Sık sık görüştüğümüz, buluştuğumuz ve beraber gezdiğimiz insanlar apansız ayrıldıkları veya göçüp gittiklerine bir süre inanmaktan zorlanırız; “daha dün beraberdik… birkaç saat önce telefonda görüşmüştük… Yarına, doğum günü hazırlıkları yapacaktık!” gibi sözlerle anıp içimizi kanatırız arkalarında üzülmekten…
Hayallerimiz vardır, en çok arzuladığımız keşkeler ard arda sıralanır, gündelik hayat depolayan beynimizde. Ne insanlar bıkıp usanır hayal kurmaktan, yaşamaktan ne de hayat bıkar hayallerimizi yıkmaktan… Bazen hayat; üstüne yoktur insan hayatını şekillendirmekten, güleçliğiyle sevindirmekten bazen de yıkıp geçmekten yıkılışımıza…
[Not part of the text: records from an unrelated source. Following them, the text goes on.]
"""The revision log: its columns, its rows, and reading it back.

Each revision is one row of the series' log: ``revisions.csv`` in the series folder, or
``<stem>.revisions.csv`` beside an ``.xlsx`` workbook (:func:`revisions_path`). Reading the
log checks every row (its id, time, table, field and what it withdraws) and names the row
and column of each one that cannot be read. The time of a row is ISO 8601 with a time
zone; the helpers that check and make it are shared with the window and kept-tests logs.
"""

from __future__ import annotations

from dataclasses import dataclass
from dataclasses import field as dataclass_field
from datetime import datetime
from pathlib import Path

from kitchen.io import SCHEMAS, TABLE_NAMES, printable

from ._logbook import LogError, checked_when, file_sha256, log_path, parse_log

__all__ = [
    "LOG_COLUMNS",
    "Revision",
    "RevisionError",
    "revisions_path",
    "read_revisions",
    "log_sha256",
]


LOG_COLUMNS = (
    "id", "when", "who", "action", "table", "specimen", "reading_row", "field",
    "old_value", "new_value", "applied_value", "reason", "withdraws",
)  # fmt: skip
"""Columns of the revision log, in order."""

REVISE, WITHDRAW = "revise", "withdraw"


class RevisionError(LogError):
    """A revision that cannot be made or applied, or a log that cannot be read."""

    subject = "the revisions"


@dataclass(frozen=True)
class Revision:
    """One row of the revision log (see :data:`LOG_COLUMNS` and the README).

    ``old_value`` is the value as it stood when the revision was made, in the file's unit
    (``"116.27 mm"``; empty when the cell was empty); ``new_value`` is the value as typed
    (``"4.95 in"``); ``applied_value`` is the typed value in the file's unit, which is what
    the effective data hold. A withdrawal row copies the table, specimen, reading and field
    of the revision it withdraws and names it in ``withdraws``.
    """

    id: str
    when: str
    who: str
    action: str
    table: str
    specimen: str
    reading_row: int | None
    field: str
    old_value: str
    new_value: str
    applied_value: str
    reason: str
    withdraws: str = ""
    log_row: int | None = dataclass_field(default=None, compare=False)

    def target(self) -> tuple:
        """The value this row is about: (table, specimen, reading_row, field)."""
        return (self.table, self.specimen, self.reading_row, self.field)

    def describe(self) -> str:
        """The change in words, for messages and the history."""
        where = f"{self.table} {self.specimen}"
        if self.reading_row is not None:
            where += f" reading row {self.reading_row}"
        if self.action == WITHDRAW:
            back = shown_or_empty(self.new_value)
            return f"withdraws {self.withdraws}: {where} {self.field} back to {back}"
        typed = "" if self.new_value == self.applied_value else f" (typed {self.new_value})"
        return (
            f"{where} {self.field}: {shown_or_empty(self.old_value)} -> {self.applied_value}{typed}"
        )


def shown_or_empty(text: str) -> str:
    """A logged value for a message: the text, or "(empty)"."""
    return text if text else "(empty)"


def revisions_path(series_path: str | Path) -> Path:
    """Where a series' revision log lives.

    ``<folder>/revisions.csv`` for a series folder; ``<stem>.revisions.csv`` beside an
    ``.xlsx`` workbook (``drainage_sand.revisions.csv`` for ``drainage_sand.xlsx``).
    """
    return log_path(series_path, "revisions")


# --- the log --------------------------------------------------------------------------------


def _parse_log(data: bytes, label: str) -> tuple[Revision, ...]:
    """The revisions of a log's bytes, read by the logs' one reader
    (:func:`kitchen.revisions._logbook.parse_log`: header, field counts, ids and times), each
    row then checked against the rows before it (a withdrawal names an earlier revision)."""
    by_id: dict[str, Revision] = {}
    withdrawn_by: dict[str, str] = {}

    def check(row: dict, number: int):
        found = _check_row(row, number, by_id, withdrawn_by)
        if isinstance(found, Revision):
            by_id[found.id] = found
            if found.action == WITHDRAW:
                withdrawn_by[found.withdraws] = found.id
        return found

    return parse_log(data, label, LOG_COLUMNS, RevisionError, check)


def _check_row(row: dict, number: int, by_id: dict, withdrawn_by: dict):
    """The row's :class:`Revision`, or ``(column, problem)`` (its id and time are checked)."""
    if not row["reason"]:
        return "reason", "every revision needs a reason"
    reading = None
    if row["action"] == REVISE:
        if row["table"] not in TABLE_NAMES:
            return "table", f"expected one of {', '.join(TABLE_NAMES)}"
        if row["field"] not in SCHEMAS[row["table"]] or row["field"] == "specimen":
            return "field", f"{row['field']!r} is not a value of {row['table']}"
        if not row["specimen"] or not row["applied_value"]:
            return ("specimen" if not row["specimen"] else "applied_value"), "empty"
        if row["table"] != "specimens":
            if not row["reading_row"].isdigit() or int(row["reading_row"]) < 2:
                return "reading_row", "expected the reading's row number (2 or more)"
            reading = int(row["reading_row"])
        if row["withdraws"]:
            return "withdraws", "a revision row withdraws nothing; leave it empty"
    elif row["action"] == WITHDRAW:
        target = by_id.get(row["withdraws"])
        if target is None:
            return "withdraws", f"no earlier revision {row['withdraws']!r} to withdraw"
        if target.action == WITHDRAW:
            return "withdraws", f"{target.id} is itself a withdrawal"
        if target.id in withdrawn_by:
            return "withdraws", f"{target.id} was already withdrawn by {withdrawn_by[target.id]}"
        reading = target.reading_row
    else:
        return "action", f"expected {REVISE} or {WITHDRAW}, found {row['action']!r}"
    values = {name: row[name] for name in LOG_COLUMNS if name != "reading_row"}
    return Revision(**values, reading_row=reading, log_row=number)


def read_log(log: Path) -> tuple[bytes | None, tuple[Revision, ...]]:
    """The log's bytes and its rows; ``(None, ())`` when there is no log."""
    try:
        data = log.read_bytes()
    except FileNotFoundError:
        return None, ()
    return data, _parse_log(data, log.name)


def read_revisions(series_path: str | Path) -> tuple[Revision, ...]:
    """Every row of a series' revision log, in order (empty when there is no log).

    Raises
    ------
    RevisionError
        Naming the log's row and column for each row that cannot be read.
    """
    return read_log(revisions_path(series_path))[1]


def log_sha256(series_path: str | Path) -> str | None:
    """SHA-256 (hex) of a series' revision log as it is now; ``None`` when there is none."""
    return file_sha256(revisions_path(series_path))


def standing_and_withdrawn(revisions) -> tuple[list[Revision], list[Revision]]:
    """The changes no row withdraws, and those a row withdraws, each in log order."""
    withdrawn_ids = {r.withdraws for r in revisions if r.action == WITHDRAW}
    changes = [r for r in revisions if r.action == REVISE]
    return (
        [r for r in changes if r.id not in withdrawn_ids],
        [r for r in changes if r.id in withdrawn_ids],
    )


# --- the time of a row -----------------------------------------------------------------------


def free_text(text, name: str, missing: str | None, error: type[Exception]) -> str:
    """A free-text field of a log row (a reason, who) as it is written.

    White space is folded to single spaces. The text is refused when it is required and
    empty, when it holds a control character or an invisible mark (an escape code a
    terminal would act on), and when it starts as a spreadsheet formula would (``=``,
    ``+``, ``@``), so that a log opened in a spreadsheet runs nothing.

    Parameters
    ----------
    text : str or None
        As typed.
    name : str
        The field's name, for the message (``"reason"``).
    missing : str or None
        The message when the field is required and empty; None when it may be empty.
    error : type of Exception
        Raised with the message (the log's own error type).
    """
    words = " ".join(str(text or "").split())
    if missing is not None and not words:
        raise error(missing)
    if printable(words) != words:
        raise error(
            f"the {name} holds a control character or an invisible mark "
            f"({printable(words)!r}); type it as plain text"
        )
    if words.startswith(("=", "+", "@")):
        raise error(
            f"the {name} starts with {words[0]!r}, which a spreadsheet would run as a formula; "
            "start it with a word"
        )
    return words


def reason_who_when(
    reason, who, when, reason_needed: str, error: type[Exception]
) -> tuple[str, str, str]:
    """The reason, who and when of a new row, as they are written.

    The reason is required (`reason_needed` is the message when it is empty); who may be
    empty; both are checked as :func:`free_text` checks them, and
    raise `error`. The time is :func:`when_text` of `when`.
    """
    reason = free_text(reason, "reason", reason_needed, error)
    who = free_text(who, "who", None, error)
    return reason, who, when_text(when)


def when_text(when) -> str:
    """The time of a row as ISO 8601 text: now (local, to the second) when `when` is None."""
    if when is None:
        return datetime.now().astimezone().isoformat(timespec="seconds")
    if isinstance(when, datetime):
        when = when.isoformat(timespec="seconds")
    return checked_when(str(when).strip(), RevisionError)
Tüm sevdiklerimiz, annelerimiz, babalarımız, dostlarımız ve sevda yüklediğimiz, uğruna hayatımızı harcadığımız sevgililerimiz… Bir bir biz istemediğimiz halde göçüp giderler; Onların gittikleri gibi bir gün bizler de gideceğimiz gibi…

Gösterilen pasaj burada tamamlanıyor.